India's foreign exchange reserves surged $7.26 billion to $674.19 billion in the week ended July 3, 2026, per RBI data released on July 10 — with foreign currency assets rising $4.51B and gold reserves jumping $2.67B to $105.2B. The rebound reverses the prior week's $5.65B decline, though reserves remain ~$54B below their all-time high of $728.49B hit in late February.
A country's forex reserves are, at their core, a treasury balance sheet — and the RBI just published a very interesting one.
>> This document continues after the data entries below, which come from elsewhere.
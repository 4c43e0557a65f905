"""Measure against open data and models: `python -m tests.measure_benchmark`.

Prints the differences from the cardiologists' marks of LUDB (half of its records were looked at
while the methods were made, the other half only reported), the same through perfect pages, beats
found and missed, and models with exact truth. `--compare` adds the delineators of `neurokit2`.
Standard deviations are in ms: all differences / without the 4 % largest, as the standard judges.
"""

import csv
import sys
import time
import warnings
from collections.abc import Callable, Iterable

import numpy as np

from digitize.tracing import LEADS, Tracing
from measure.beats import find_beats
from measure.reading import Reading, read
from tests.drawn.heart import HeartSpec
from tests.measure.model import as_page, digital, recording
from tests.measure.open_data import folder, ludb_tracing, ptbxl_tracing
from tests.measure.test_beats import ludb_missed_and_invented

KEYS = ("p", "pr", "qrs", "qt")
RECORDS = range(1, 200, 2)
DROPPED = 0.04


def spread(values: Iterable[float]) -> str:
    """Mean and SD, all and without the 4 % that lie furthest from the median."""
    known = np.array([v for v in values if np.isfinite(v)])
    if len(known) == 0:
        return "    -"
    order = np.argsort(np.abs(known - np.median(known)))
    kept = known[order[: len(known) - round(DROPPED * len(known))]]
    return f"{known.mean():6.1f} {known.std():5.1f} /{kept.std():5.1f} n{len(known):4d}"


def reference() -> dict[int, dict[str, str]]:
    """The table of intervals derived from the marks, by record."""
    with (folder("LUDB_DIR") / "global_intervals.csv").open(newline="") as file:
        return {int(row["record"]): row for row in csv.DictReader(file)}


def differences(reading: Reading, row: dict[str, str]) -> dict[str, float]:
    """Measured minus marked, NaN where either is missing."""
    return {
        key: reading.intervals[f"{key}_ms"].value - float(row[f"{key}_ms"] or "nan") for key in KEYS
    }


def ludb(form: str, change: Callable[[Tracing], Tracing]) -> dict[int, dict[str, float]]:
    """Print the table of one form of the records and return the differences."""
    rows = reference()
    started = time.process_time()
    readings = {record: read(change(ludb_tracing(record))) for record in RECORDS}
    seconds = (time.process_time() - started) / len(readings)
    off = {record: differences(reading, rows[record]) for record, reading in readings.items()}
    print(f"\nLUDB, {form} ({seconds:.2f} s per reading): mean, SD all / 4 % dropped")
    for half, rest in (("looked at", 1), ("only reported", 3), ("all", None)):
        chosen = [r for r in RECORDS if rest is None or r % 4 == rest]
        for key in KEYS:
            print(f"  {half:14s} {key:4s} {spread(off[r][key] for r in chosen)}")
        unpaced = [r for r in chosen if not rows[r]["pacing"]]
        print(f"  {half:14s} qrs, unpaced {spread(off[r]['qrs'] for r in unpaced)}")
    seen = {r: readings[r].intervals["pr_ms"].known for r in RECORDS}
    refused = [r for r in RECORDS if rows[r]["pr_ms"] and not seen[r]]
    invented = [r for r in RECORDS if rows[r]["p_absent"] == "1" and seen[r]]
    absent = sum(rows[r]["p_absent"] == "1" for r in RECORDS)
    print(f"  P refused: {refused}; P reported where none is marked: {invented} of {absent}")
    return off


def paper_against_original() -> None:
    """The same records read from perfect pages, against the original recordings."""
    original = ludb("original 10 s", lambda tracing: tracing)
    page = ludb("perfect 3x4+1 page", as_page)
    ludb("perfect 3x4 page without a strip", lambda tracing: as_page(tracing, strip=None))
    print("\nPage minus original")
    for key in KEYS:
        print(f"  {key:4s} {spread(page[r][key] - original[r][key] for r in RECORDS)}")


def beats() -> None:
    """Beats against the marks, and pages of PTB-XL against their own recordings."""
    counts = np.array([ludb_missed_and_invented(record) for record in RECORDS]).sum(axis=0)
    print("\nBeats: LUDB {} marked, {} missed, {} invented".format(*counts))
    labels = (folder("PTBXL_DIR") / "labels.csv").read_text().splitlines()[1:]
    total = missed = invented = 0
    for line in labels[::8]:
        tracing = ptbxl_tracing(line.split(",")[0])
        whole, page = find_beats(tracing).time_s, find_beats(as_page(tracing)).time_s
        inner = whole[(whole > 0.15) & (whole < 9.85)]
        total += len(inner)
        missed += int((np.abs(page[None, :] - inner[:, None]).min(axis=1) > 0.12).sum())
        inside = page[(page > 0.15) & (page < 9.85)]
        invented += int((np.abs(whole[None, :] - inside[:, None]).min(axis=1) > 0.12).sum())
    print(f"  PTB-XL pages against their recordings: {total}, {missed} missed, {invented} invented")


def models() -> None:
    """Models with exact truth: error and how often two standard errors cover it."""
    patterns = ("normal", "lbbb", "rbbb", "lafb", "lpfb", "nonspecific", "incomplete lbbb")
    for form, change in (("digital", lambda t: t), ("3x4+1 page", as_page)):
        error: dict[str, list[float]] = {key: [] for key in KEYS}
        covered: dict[str, list[bool]] = {key: [] for key in KEYS}
        for seed in range(28):
            pattern = patterns[seed % len(patterns)]
            spec = HeartSpec(
                conduction=pattern, seed=seed, muscle_mv=0.004 * (seed % 4), rate_bpm=55 + 2 * seed
            )
            intervals = read(change(digital(spec))).intervals
            truth = recording(spec).truth
            assert truth is not None
            for key in KEYS:
                quantity = intervals[f"{key}_ms"]
                error[key].append(quantity.value - getattr(truth, f"{key}_ms"))
                covered[key].append(abs(error[key][-1]) <= 1.96 * quantity.se)
        print(f"\nModels, {form}: mean, SD all / 4 % dropped, share within 95 % interval")
        for key in KEYS:
            print(f"  {key:4s} {spread(error[key])}  {np.mean(covered[key]):.0%}")


def compare() -> None:
    """The delineators of a general library on lead II and V5, median over beats."""
    import neurokit2

    rows = reference()
    for method in ("dwt", "peak"):
        off: dict[str, list[float]] = {"pr": [], "qrs": [], "qt": []}
        for record in RECORDS:
            lead = ludb_tracing(record).lead("II").mv
            cleaned = neurokit2.ecg_clean(lead, 500)
            _, peaks = neurokit2.ecg_peaks(cleaned, 500)
            _, waves = neurokit2.ecg_delineate(cleaned, peaks, 500, method=method)
            marks = {name: np.array(at, float) for name, at in waves.items()}
            onset, offset = marks.get("ECG_R_Onsets"), marks.get("ECG_R_Offsets")
            if onset is None or offset is None:
                continue
            p_on, t_off = marks["ECG_P_Onsets"], marks["ECG_T_Offsets"]
            for key, span in (
                ("pr", onset - p_on),
                ("qrs", offset - onset),
                ("qt", t_off - onset),
            ):
                marked = float(rows[record][f"{key}_ms"] or "nan")
                off[key].append(2 * float(np.nanmedian(span)) - marked)
        print(f"\nneurokit2, {method}, lead II: mean, SD all / 4 % dropped")
        for key, values in off.items():
            print(f"  {key:4s} {spread(values)}")


def main() -> None:
    """Print every table."""
    print(f"Leads: {', '.join(LEADS)}. Differences are measured minus reference, in ms.")
    models()
    paper_against_original()
    beats()
    if "--compare" in sys.argv:
        with warnings.catch_warnings():
            warnings.simplefilter("ignore")
            compare()


if __name__ == "__main__":
    main()
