"""Looking at something again and again while something else runs."""

import contextlib
import threading
from collections.abc import Callable, Iterator


@contextlib.contextmanager
def looking(look: Callable[[], None], every_s: float) -> Iterator[None]:
    """Call `look` every so many seconds, from a thread of its own, until the block is left."""
    ended = threading.Event()

    def watch() -> None:
        while not ended.wait(every_s):
            look()

    thread = threading.Thread(target=watch)
    thread.start()
    try:
        yield
    finally:
        ended.set()
        thread.join()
Here is how a CFO reads this. You have ₹55+ lakh crore (roughly $674B) sitting in a sovereign war chest, split across two buckets: foreign currency assets (dollars, euros, pounds, yen — ~81% of the pile) and gold (~15.6%). Last week, gold alone added $2.67B in value. That is not new gold being bought — it is existing gold repricing higher. A CFO would immediately flag this: mark-to-market gains look great on paper, but they are not the same as liquid, deployable cash.
The deeper story is the *why* behind the rebuild. The RBI spent weeks selling dollars earlier this year to defend the rupee when geopolitical shocks hit. Now, with inflows returning, it is rebuilding. The central bank is also bearing hedging costs for banks on FCNR-B deposits — a scheme designed to pull NRI dollar savings back home — with an estimated $40–50B targeted over time.
A CFO running a company with foreign-currency exposure watches this closely. When the RBI is in 'rebuild mode,' rupee volatility tends to be lower — which changes your hedging calculus, your import cost forecasts, and your debt servicing costs on dollar loans.
Reserves are not just a macro number. They are the sovereign equivalent of a liquidity buffer. And right now, India's CFO-in-chief is actively topping it up.